• What is expected: Your answer must be an exact copy of the lines from the one holding "for (const r of s.groundedFree) e[r] = 0;" through the last line of the entries below, with nothing added.

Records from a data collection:
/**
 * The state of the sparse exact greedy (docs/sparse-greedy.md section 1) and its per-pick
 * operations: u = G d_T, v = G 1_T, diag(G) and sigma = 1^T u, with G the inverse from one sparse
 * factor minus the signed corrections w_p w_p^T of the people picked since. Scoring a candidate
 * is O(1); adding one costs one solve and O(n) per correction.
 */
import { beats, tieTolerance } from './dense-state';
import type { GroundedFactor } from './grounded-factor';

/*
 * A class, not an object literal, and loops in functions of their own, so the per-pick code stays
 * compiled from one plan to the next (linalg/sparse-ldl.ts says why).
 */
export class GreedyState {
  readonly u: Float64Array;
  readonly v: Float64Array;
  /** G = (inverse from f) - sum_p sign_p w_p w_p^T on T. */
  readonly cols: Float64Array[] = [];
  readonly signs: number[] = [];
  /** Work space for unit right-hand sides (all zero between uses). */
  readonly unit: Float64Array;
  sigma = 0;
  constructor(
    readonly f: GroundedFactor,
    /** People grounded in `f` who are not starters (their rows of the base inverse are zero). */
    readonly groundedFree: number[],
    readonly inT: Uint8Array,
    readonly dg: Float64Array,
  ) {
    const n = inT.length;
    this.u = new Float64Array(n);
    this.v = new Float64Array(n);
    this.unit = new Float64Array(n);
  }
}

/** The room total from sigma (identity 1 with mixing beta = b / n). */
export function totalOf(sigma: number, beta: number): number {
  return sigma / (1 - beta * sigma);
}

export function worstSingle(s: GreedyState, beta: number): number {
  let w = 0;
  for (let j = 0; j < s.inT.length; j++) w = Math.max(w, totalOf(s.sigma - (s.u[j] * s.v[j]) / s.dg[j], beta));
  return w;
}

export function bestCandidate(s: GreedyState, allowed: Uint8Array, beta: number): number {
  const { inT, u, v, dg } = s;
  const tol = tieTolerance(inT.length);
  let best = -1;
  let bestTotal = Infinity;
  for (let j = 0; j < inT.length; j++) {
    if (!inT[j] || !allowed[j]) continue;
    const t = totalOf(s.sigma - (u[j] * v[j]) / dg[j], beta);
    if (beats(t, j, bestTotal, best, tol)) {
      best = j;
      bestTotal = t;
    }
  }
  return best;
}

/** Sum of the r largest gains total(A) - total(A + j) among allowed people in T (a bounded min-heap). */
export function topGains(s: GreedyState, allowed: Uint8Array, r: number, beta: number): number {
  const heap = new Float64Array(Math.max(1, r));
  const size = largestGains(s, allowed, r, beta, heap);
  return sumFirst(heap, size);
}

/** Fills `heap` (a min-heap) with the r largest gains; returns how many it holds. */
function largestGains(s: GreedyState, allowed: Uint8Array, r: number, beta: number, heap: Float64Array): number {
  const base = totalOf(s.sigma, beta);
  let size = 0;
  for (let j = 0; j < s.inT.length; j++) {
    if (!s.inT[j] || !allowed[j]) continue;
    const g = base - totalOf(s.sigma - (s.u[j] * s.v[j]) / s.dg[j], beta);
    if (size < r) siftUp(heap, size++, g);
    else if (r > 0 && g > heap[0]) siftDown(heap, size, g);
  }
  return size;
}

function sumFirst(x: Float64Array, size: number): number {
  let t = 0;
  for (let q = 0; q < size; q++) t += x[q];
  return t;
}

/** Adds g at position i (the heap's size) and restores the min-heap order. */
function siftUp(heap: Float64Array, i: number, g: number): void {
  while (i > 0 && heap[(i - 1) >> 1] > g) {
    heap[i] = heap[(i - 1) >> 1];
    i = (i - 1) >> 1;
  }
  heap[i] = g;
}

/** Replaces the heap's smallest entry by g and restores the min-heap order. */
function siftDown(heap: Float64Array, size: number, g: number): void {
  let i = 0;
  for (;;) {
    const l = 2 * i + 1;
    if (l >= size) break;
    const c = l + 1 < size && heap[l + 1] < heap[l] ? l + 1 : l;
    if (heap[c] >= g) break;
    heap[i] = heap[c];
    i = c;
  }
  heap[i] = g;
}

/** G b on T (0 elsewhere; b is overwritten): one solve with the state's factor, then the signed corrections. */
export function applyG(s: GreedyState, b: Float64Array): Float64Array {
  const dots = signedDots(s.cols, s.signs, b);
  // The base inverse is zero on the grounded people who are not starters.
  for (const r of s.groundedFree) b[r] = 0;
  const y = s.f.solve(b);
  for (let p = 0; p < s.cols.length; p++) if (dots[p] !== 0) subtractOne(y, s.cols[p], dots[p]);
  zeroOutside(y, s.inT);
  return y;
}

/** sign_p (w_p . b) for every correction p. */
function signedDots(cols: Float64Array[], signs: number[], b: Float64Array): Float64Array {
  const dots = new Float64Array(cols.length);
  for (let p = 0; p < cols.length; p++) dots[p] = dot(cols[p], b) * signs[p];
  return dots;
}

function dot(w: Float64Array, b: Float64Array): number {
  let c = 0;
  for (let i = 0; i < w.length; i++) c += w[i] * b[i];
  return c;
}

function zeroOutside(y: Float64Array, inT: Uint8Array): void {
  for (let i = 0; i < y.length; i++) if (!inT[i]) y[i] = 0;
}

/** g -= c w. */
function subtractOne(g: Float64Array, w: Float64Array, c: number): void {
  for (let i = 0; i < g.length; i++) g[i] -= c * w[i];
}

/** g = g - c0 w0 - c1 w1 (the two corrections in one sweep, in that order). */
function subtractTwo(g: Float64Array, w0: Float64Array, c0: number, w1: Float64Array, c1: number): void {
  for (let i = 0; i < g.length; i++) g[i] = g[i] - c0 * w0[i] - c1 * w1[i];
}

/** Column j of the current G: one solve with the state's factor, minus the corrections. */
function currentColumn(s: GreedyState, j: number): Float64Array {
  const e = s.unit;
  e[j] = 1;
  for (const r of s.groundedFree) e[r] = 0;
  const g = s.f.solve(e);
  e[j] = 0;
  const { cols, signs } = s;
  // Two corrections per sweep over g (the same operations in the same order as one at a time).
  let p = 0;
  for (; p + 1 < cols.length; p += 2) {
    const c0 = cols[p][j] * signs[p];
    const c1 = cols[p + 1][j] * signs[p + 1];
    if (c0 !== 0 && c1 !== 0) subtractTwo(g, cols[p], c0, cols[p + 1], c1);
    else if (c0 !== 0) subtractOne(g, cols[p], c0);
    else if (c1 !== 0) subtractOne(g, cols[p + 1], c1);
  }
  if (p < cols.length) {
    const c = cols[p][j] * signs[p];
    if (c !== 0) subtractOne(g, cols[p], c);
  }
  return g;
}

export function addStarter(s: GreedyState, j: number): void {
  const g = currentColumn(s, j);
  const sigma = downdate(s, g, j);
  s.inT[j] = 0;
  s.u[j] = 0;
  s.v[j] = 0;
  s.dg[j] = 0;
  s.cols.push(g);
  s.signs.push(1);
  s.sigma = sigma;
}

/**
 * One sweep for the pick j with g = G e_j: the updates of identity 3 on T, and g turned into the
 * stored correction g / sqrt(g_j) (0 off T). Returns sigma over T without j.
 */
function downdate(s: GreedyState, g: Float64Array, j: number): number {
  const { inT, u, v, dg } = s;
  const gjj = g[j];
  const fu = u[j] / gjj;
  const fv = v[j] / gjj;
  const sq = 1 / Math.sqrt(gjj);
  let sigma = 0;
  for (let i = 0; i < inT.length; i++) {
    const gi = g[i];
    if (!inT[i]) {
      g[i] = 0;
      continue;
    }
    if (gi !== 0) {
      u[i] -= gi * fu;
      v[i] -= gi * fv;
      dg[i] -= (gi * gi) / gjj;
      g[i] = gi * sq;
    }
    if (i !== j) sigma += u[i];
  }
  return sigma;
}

• Solution to this task:
  for (const r of s.groundedFree) e[r] = 0;
  const g = s.f.solve(e);
  e[j] = 0;
  const { cols, signs } = s;
  // Two corrections per sweep over g (the same operations in the same order as one at a time).
  let p = 0;
  for (; p + 1 < cols.length; p += 2) {
    const c0 = cols[p][j] * signs[p];
    const c1 = cols[p + 1][j] * signs[p + 1];
    if (c0 !== 0 && c1 !== 0) subtractTwo(g, cols[p], c0, cols[p + 1], c1);
    else if (c0 !== 0) subtractOne(g, cols[p], c0);
    else if (c1 !== 0) subtractOne(g, cols[p + 1], c1);
  }
  if (p < cols.length) {
    const c = cols[p][j] * signs[p];
    if (c !== 0) subtractOne(g, cols[p], c);
  }
  return g;
}

export function addStarter(s: GreedyState, j: number): void {
  const g = currentColumn(s, j);
  const sigma = downdate(s, g, j);
  s.inT[j] = 0;
  s.u[j] = 0;
  s.v[j] = 0;
  s.dg[j] = 0;
  s.cols.push(g);
  s.signs.push(1);
  s.sigma = sigma;
}

/**
 * One sweep for the pick j with g = G e_j: the updates of identity 3 on T, and g turned into the
 * stored correction g / sqrt(g_j) (0 off T). Returns sigma over T without j.
 */
function downdate(s: GreedyState, g: Float64Array, j: number): number {
  const { inT, u, v, dg } = s;
  const gjj = g[j];
  const fu = u[j] / gjj;
  const fv = v[j] / gjj;
  const sq = 1 / Math.sqrt(gjj);
  let sigma = 0;
  for (let i = 0; i < inT.length; i++) {
    const gi = g[i];
    if (!inT[i]) {
      g[i] = 0;
      continue;
    }
    if (gi !== 0) {
      u[i] -= gi * fu;
      v[i] -= gi * fv;
      dg[i] -= (gi * gi) / gjj;
      g[i] = gi * sq;
    }
    if (i !== j) sigma += u[i];
  }
  return sigma;
}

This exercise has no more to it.